Muitas questões também surgem quanto ao impacto do crédito sobre a recuperação. Crises econômicas geralmente são acompanhadas por aperto no mercado de crédito e elevação dos spreads por conta do risco de inadimplência. Entretanto, considerando os diferentes programas do governo, os spreads têm se mantido comportados e a concessão de crédito à pessoa jurídica cresceu 15,5% no acumulado até maio em relação ao ano passado.

Grande parcela desse crescimento tem sido para capital de giro, mas nossa equipe avalia que esse volume deve fazer com que as empresas saiam menos machucadas da crise, podendo ter impacto positivo sobre o emprego.

Além disso, a significativa queda da taxa de juros contribuirá para o crescimento do crédito, afirmam nossos especialistas, tanto para a pessoa jurídica quanto para pessoa física (com destaque para o financiamento imobiliário), contribuindo para a retomada da economia.

Outro ponto que merece atenção trata da discussão sobre os efeitos do término do pagamento do auxílio emergencial. O pagamento do benefício conseguiu compensar em grande medida a perda de massa de salários resultante da queda da ocupação, impedindo uma desaceleração ainda maior da economia no segundo trimestre e permitindo possivelmente uma retomada um pouco mais forte no terceiro, já que o governo estendeu por mais dois meses o benefício.

Assim, no final do ano deverá haver impacto negativo do término do programa, o que pode levar a uma perda do ímpeto da trajetória de recuperação. Contudo, embora os economistas do Safra ainda acreditem que o quarto trimestre deverá sentir os efeitos da retirada do auxílio emergencial, os esforços do governo para redesenhar o conjunto de benefícios sociais e manter, em parte, algum tipo de programa de transferência de renda que vai além do existente antes da pandemia, devem fazer com que esse efeito negativo sobre o crescimento seja menor que o esperado.

Principais incertezas

Nesse contexto, com mais dúvidas que certezas, a tarefa de projetar crescimento econômico torna-se ainda mais difícil. Nosso time de Macroeconomia avalia que a tentativa de traçar as combinações de cenários mais prováveis de crescimento à luz das informações disponíveis, sem esquecer do tamanho da incerteza, é bastante interessante para compreender os requisitos para uma determinada trajetória de crescimento.

Ainda restam três grandes dúvidas importantes para escolher um desfecho para as questões apontadas anteriormente. A primeira, e menor delas, é qual o tamanho do tombo da economia brasileira no segundo trimestre de 2020. Os agentes do mercado têm estimado queda de cerca de 10,0% contra o trimestre anterior. A equipe do Safra está um pouco mais otimista do que a média e projeta queda de 9,4%.
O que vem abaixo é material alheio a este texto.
"""Entries as rows of a ledger's table, inside a transaction: added, chosen, and read back."""

from __future__ import annotations

import json
from collections.abc import Collection, Sequence
from typing import Any

import sqlalchemy as sa

from miner.errors import LedgerError, explain

from . import chain
from .kinds import check_text, checked
from .records import Entry, Item
from .schema import entries as table

PAGE = 2000  # entries read at a time


def add_entries(
    connection: sa.Connection, items: Sequence[Item], who: str, why: str, stamp: str, label: str
) -> tuple[Entry, ...]:
    """Check items, chain them to the last entry, and insert them.

    Raises
    ------
    LedgerError : an item is not what its kind must be, or who or why is not said
    """
    said = {"stamp": stamp, "who": check_text(who, label, "who")}
    said["why"] = check_text(why, label, "why")
    fields = [{**said, **checked(item, f"item {i}")} for i, item in enumerate(items, start=1)]
    if not fields:
        return ()
    last = connection.execute(
        sa.select(table.c.number, table.c.hash).order_by(table.c.number.desc()).limit(1)
    ).first()
    number, previous = (last.number, last.hash) if last else (0, chain.GENESIS)
    added = tuple(chain.chained(fields, number, previous))
    connection.execute(
        table.insert(),
        [vars(entry) | {"body": chain.canonical(entry.body)} for entry in added],
    )
    return added


def conditions(
    kinds: Collection[str] | None, rule: str | None, quarter: str | None
) -> list[sa.ColumnElement[bool]]:
    """What an entry has to be to be chosen; None chooses all."""
    wanted: list[sa.ColumnElement[bool]] = []
    if kinds is not None:
        wanted.append(table.c.kind.in_(sorted(kinds)))
    if rule is not None:
        wanted.append(table.c.rule == rule)
    if quarter is not None:
        wanted.append(table.c.quarter == quarter)
    return wanted


def last_number(connection: sa.Connection) -> int:
    """The number of the last entry, 0 in an empty ledger."""
    return connection.scalar(sa.select(sa.func.max(table.c.number))) or 0


def rule_names(connection: sa.Connection) -> list[str]:
    """Every rule that something is entered about."""
    known = connection.scalars(sa.select(table.c.rule).distinct())
    return sorted(name for name in known if name is not None)


def page_of(
    connection: sa.Connection, wanted: Sequence[Any], after: int, last: int
) -> Sequence[Any]:
    """The next rows above number ``after`` and up to ``last``, at most ``PAGE``."""
    number = table.c.number
    query = sa.select(table).where(number > after, number <= last, *wanted)
    return connection.execute(query.order_by(number).limit(PAGE)).all()


def as_entry(row: Any, label: str) -> Entry:
    """A row as the entry it holds.

    Raises
    ------
    LedgerError : its body is not as it was written
    """
    stored = as_stored(row)
    if stored.entry is None:
        advice = "Check the whole ledger (miner ledger verify)."
        rule, found = "be as it was written", stored.problem
        raise LedgerError(explain(label, f"entry {row.number}", rule, found, advice))
    return stored.entry


def as_stored(row: Any) -> chain.Stored:
    """A row as the entry it holds, or why it holds none."""
    try:
        body = json.loads(row.body)
        if not isinstance(body, dict) or chain.canonical(body) != row.body:
            raise ValueError
    except (ValueError, RecursionError):
        return chain.Stored(row.number, None, "changed: its body is not as it was written")
    return chain.Stored(row.number, Entry(**{**row._mapping, "body": body}))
Após tentar estimar a queda inicial do PIB devido à crise da Covid-19, o segundo desafio é mensurar a velocidade de recuperação imediata, com a flexibilização gradual das medidas de isolamento social, assim como o momento subsequente, em que a eficácia das políticas públicas na preservação de empresas e empregos faz-se mais importante.
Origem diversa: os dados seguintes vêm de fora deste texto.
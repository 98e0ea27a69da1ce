"""What is given to a ledger and what comes back: items, entries, and the word on its integrity."""

from __future__ import annotations

from collections.abc import Mapping
from dataclasses import dataclass
from typing import Any

from miner.errors import LedgerError, explain

Json = Any  # None, bool, int, float, str, list of Json, dict of str to Json


@dataclass(frozen=True)
class Item:
    """What is to be entered.

    Attributes
    ----------
    kind : one of ``kinds.KINDS``
    rule : id of the rule it is about, or None
    quarter : calendar quarter it is about, as 2025Q3, or None
    body : the rest, as plain JSON; what it must hold is said in ``kinds``
    """

    kind: str
    rule: str | None
    quarter: str | None
    body: Mapping[str, Json]


@dataclass(frozen=True)
class Entry:
    """What was entered.

    Attributes
    ----------
    number : 1, 2, 3 and so on without holes
    stamp : when, in UTC, as 2025-10-03T14:05:09.123456Z; one for all items of an append
    who, why : who entered it, and the reason given
    previous : hash of the entry before, ``chain.GENESIS`` for the first
    hash : see ``chain``
    """

    number: int
    stamp: str
    kind: str
    rule: str | None
    quarter: str | None
    who: str
    why: str
    body: dict[str, Json]
    previous: str
    hash: str


@dataclass(frozen=True)
class Broken:
    """The first place at which a ledger is not what was written: an entry's number, and how."""

    number: int
    problem: str


@dataclass(frozen=True)
class Verified:
    """What came out of checking every entry.

    Attributes
    ----------
    count : entries that are whole, from the first
    last_hash : of the last whole entry, None if there is none
    broken : the first one that is not, or None
    """

    count: int
    last_hash: str | None
    broken: Broken | None

    def raise_if_broken(self, where: str) -> None:
        """Say which entry is broken, and how, as an error.

        Raises
        ------
        LedgerError : one is
        """
        if self.broken is not None:
            what, found = f"entry {self.broken.number}", self.broken.problem
            advice = (
                f"The {self.count:,} before it are as they were; compare the rest with an export "
                "or a copy."
            )
            raise LedgerError(explain(where, what, "be as it was written", found, advice))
Nosso time entende que os dados recentes têm trazido surpresas positivas em relação à velocidade de recuperação. Entretanto, não se deve esquecer que, a despeito da aparente melhora nas curvas de mortes e contágio, o estágio e duração da pandemia nas diferentes regiões do país seguem incerto. A estimativa de nossos especialistas é que o crescimento mais provável ficará entre 4% e 6% no terceiro trimestre, a depender majoritariamente, mas não exclusivamente, do desenvolvimento da pandemia no país.
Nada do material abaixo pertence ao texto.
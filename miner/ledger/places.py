"""Where a ledger is kept: SQLite and PostgreSQL behind two kinds of transaction, to read and to
append. Everything that differs between the two is here.

SQLite: rollback journal, since a write-ahead log is unsafe on network shares; ``synchronous``
EXTRA, which is FULL and flushes the folder too, so that not even the removal of the journal, which
is the commit, can be lost. Appends begin by taking the lock (BEGIN IMMEDIATE).

PostgreSQL: appends begin by taking an advisory lock, so that numbers have no holes and what was
read stays true; commits wait for the disk whatever the server's default is. Reads are read-only
transactions.
"""

from __future__ import annotations

import logging
from collections.abc import Iterator
from contextlib import contextmanager
from pathlib import Path
from typing import Any

import sqlalchemy as sa
from sqlalchemy.exc import ArgumentError, SQLAlchemyError

from miner.errors import LedgerError, explain
from miner.settings.values import is_url, mask_credentials, redact_url

SQLITE, POSTGRESQL = "sqlite", "postgresql"
SCHEMES = {
    "sqlite": SQLITE,
    "sqlite+pysqlite": SQLITE,
    "postgres": POSTGRESQL,
    "postgresql": POSTGRESQL,
    "postgresql+psycopg": POSTGRESQL,
}
LOCK = 0x6C65_6467_6572  # of the advisory lock: "ledger"
APPENDING = "ledger_appending"
_ADVICE = (
    # what is in the database's own words, what to try
    ("locked", "Somebody else is writing; try again."),
    ("lock timeout", "Somebody else is writing; try again."),
    ("disk is full", "Free some space; what was there is unharmed, nothing was entered."),
    ("disk i/o error", "Is the disk full? What was there is unharmed, nothing was entered."),
    ("no space left", "Free some space on the server; nothing was entered."),
    ("readonly", "Allow writing to the file and its folder."),
    ("read-only", "Name a server that can be written to."),
    ("permission denied", "Ask whoever keeps the database for the right to select and insert."),
    ("not a database", "Name another file: this one is no SQLite database."),
    ("malformed", "Bring back a copy: the file is damaged."),
)
_ELSE_FILE = "The folder has to exist, and both have to be yours to write."
_ELSE_SERVER = (
    "Check the URL, and that the server runs. If it stopped answering during an append, look "
    "whether that was entered before you repeat it."
)


class Place:
    """A ledger's database. Every transaction has a connection of its own.

    Parameters
    ----------
    where : path of a SQLite file, or a database URL
    wait_seconds : how long to wait for somebody else's append

    Raises
    ------
    LedgerError : it is neither, or the driver for it is not installed
    """

    def __init__(self, where: str | Path, *, wait_seconds: float) -> None:
        self.source = str(where)
        self.label = redact_url(self.source)
        self.wait_seconds = wait_seconds
        url = self._url()
        self.dialect = url.get_backend_name()
        self.file = Path(url.database or "") if self.dialect == SQLITE else None
        try:
            file = self.file
            self.engine = self._postgresql(url) if file is None else self._sqlite(file)
        except ImportError:
            advice = "Install it: .venv/bin/pip install '.[postgresql]' where this program lies."
            rule, found = "have its driver installed (psycopg)", "no such package"
            raise LedgerError(explain(self.label, "ledger", rule, found, advice)) from None

    def _url(self) -> sa.URL:
        if not is_url(self.source):
            return sa.URL.create("sqlite", database=self.source)
        try:
            url = sa.make_url(self.source)
        except (ArgumentError, ValueError):  # their messages may hold the password
            url = None
        scheme = "no URL" if url is None else url.drivername
        if url is None or scheme not in SCHEMES:
            rule = "be a file, or a URL that begins with sqlite:/// or postgresql://"
            raise LedgerError(explain(self.label, "ledger", rule, scheme))
        if SCHEMES[scheme] == POSTGRESQL:
            return url.set(drivername="postgresql+psycopg")
        if url.database in (None, "", ":memory:") or url.query:
            advice = "Write sqlite:///NAME.db, or just the path."
            raise LedgerError(
                explain(self.label, "ledger", "be a file", "no plain path of one", advice)
            )
        return url

    def _sqlite(self, file: Path) -> sa.Engine:
        def connect() -> Any:
            import sqlite3

            # rw also for reading: what a killed writer left has to be rolled back first
            uri = f"{file.absolute().as_uri()}?mode=rw"
            connection = sqlite3.connect(
                uri, uri=True, timeout=self.wait_seconds, isolation_level=None
            )
            connection.execute("PRAGMA synchronous = EXTRA")
            connection.execute("PRAGMA fullfsync = ON")
            return connection

        engine = sa.create_engine("sqlite://", creator=connect, poolclass=sa.NullPool)

        @sa.event.listens_for(engine, "begin")
        def begin(connection: sa.Connection) -> None:
            if not connection.get_execution_options().get(APPENDING):
                connection.exec_driver_sql("PRAGMA query_only = ON")
                connection.exec_driver_sql("BEGIN")
                return
            journal = connection.exec_driver_sql("PRAGMA journal_mode = DELETE").scalar()
            if journal != "delete":
                advice = "Name a file that only ledgers are kept in."
                raise LedgerError(
                    explain(self.label, "journal mode", "be DELETE", str(journal), advice)
                )
            connection.exec_driver_sql("BEGIN IMMEDIATE")

        return engine

    def _postgresql(self, url: sa.URL) -> sa.Engine:
        engine = sa.create_engine(
            url,
            poolclass=sa.NullPool,
            connect_args={"connect_timeout": max(2, round(min(self.wait_seconds, 30)))},
        )
        # of a lost connection the driver would also tell on standard error, if nobody listens
        logging.getLogger("psycopg").addHandler(logging.NullHandler())

        @sa.event.listens_for(engine, "begin")
        def begin(connection: sa.Connection) -> None:
            if not connection.get_execution_options().get(APPENDING):
                connection.exec_driver_sql("SET TRANSACTION READ ONLY")
                return
            # so that what is read after the lock is what others committed before it
            connection.exec_driver_sql("SET TRANSACTION ISOLATION LEVEL READ COMMITTED")
            if connection.exec_driver_sql("SHOW fsync").scalar() != "on":
                rule, found = "run with fsync on", "off"
                advice = "Without it a crash of the server's machine loses what was entered."
                raise LedgerError(explain(self.label, "server", rule, found, advice))
            connection.exec_driver_sql(
                "SELECT set_config('synchronous_commit', 'on', true)"
                " WHERE current_setting('synchronous_commit') = 'off'"
            )
            timeout = f"{max(1, round(self.wait_seconds * 1000))}ms"
            connection.execute(
                sa.text("SELECT set_config('lock_timeout', :t, true)"), {"t": timeout}
            )
            connection.execute(sa.text("SELECT pg_advisory_xact_lock(:n)"), {"n": LOCK})

        return engine

    @contextmanager
    def reading(self) -> Iterator[sa.Connection]:
        """A transaction that can change nothing.

        Raises
        ------
        LedgerError : the database does not answer
        """
        with self._transaction({}) as connection:
            yield connection

    @contextmanager
    def appending(self, *, create: bool = False) -> Iterator[sa.Connection]:
        """A transaction that nobody else's append can come between; on disk when it ends.

        Raises
        ------
        LedgerError : the database does not answer, or somebody else holds it for too long
        """
        if create and self.file is not None and not self.file.exists():
            try:
                self.file.touch()
            except OSError as error:
                rule, found = "be a file that can be made", f"the system's error: {error.strerror}"
                advice = "The folder has to exist and be yours to write."
                raise LedgerError(explain(self.label, "ledger", rule, found, advice)) from error
        with self._transaction({APPENDING: True}) as connection:
            yield connection

    @contextmanager
    def _transaction(self, options: dict[str, Any]) -> Iterator[sa.Connection]:
        if self.file is not None and not self.file.is_file():
            found = "something else" if self.file.exists() else "no such file"
            advice = "Check the path; a ledger is made when something is first entered."
            raise LedgerError(explain(self.label, "ledger", "be a ledger's file", found, advice))
        try:
            with (
                self.engine.connect().execution_options(**options) as connection,
                connection.begin(),
            ):
                yield connection
        except SQLAlchemyError as error:
            raise self._told(error) from None  # the original may hold the URL

    def _told(self, error: SQLAlchemyError) -> LedgerError:
        own = str(getattr(error, "orig", None) or error).strip().splitlines()[:1]
        found = mask_credentials(own[0] if own else type(error).__name__, self.source)
        found = found[:200].rstrip(".")
        lower = found.lower()
        other = _ELSE_FILE if self.file is not None else _ELSE_SERVER
        advice = next((advice for words, advice in _ADVICE if words in lower), other)
        return LedgerError(explain(self.label, "ledger", "answer", found, advice))

    def close(self) -> None:
        """Let go of the database."""
        self.engine.dispose()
Além disso, deverá haver crescimento adicional, em menor grau, no último trimestre do ano devido à economia quase que totalmente operacional frente a um período com restrições, sujeitando-se ao nível de melhora do mercado de trabalho. Assim, a equipe de Macroeconomia do Safra acredita que o intervalo mais provável para a queda do PIB brasileiro em 2020, com as informações de hoje, está entre -5% e -6%.

A principal questão recai sobre como estarão os fundamentos da economia doméstica em relação aos investimentos, renda e emprego. Assim, é possível tentar decifrar qual será o ritmo de crescimento do próximo ano e quanto tempo levará para voltar ao nível observado no final de 2019 e início de 2020.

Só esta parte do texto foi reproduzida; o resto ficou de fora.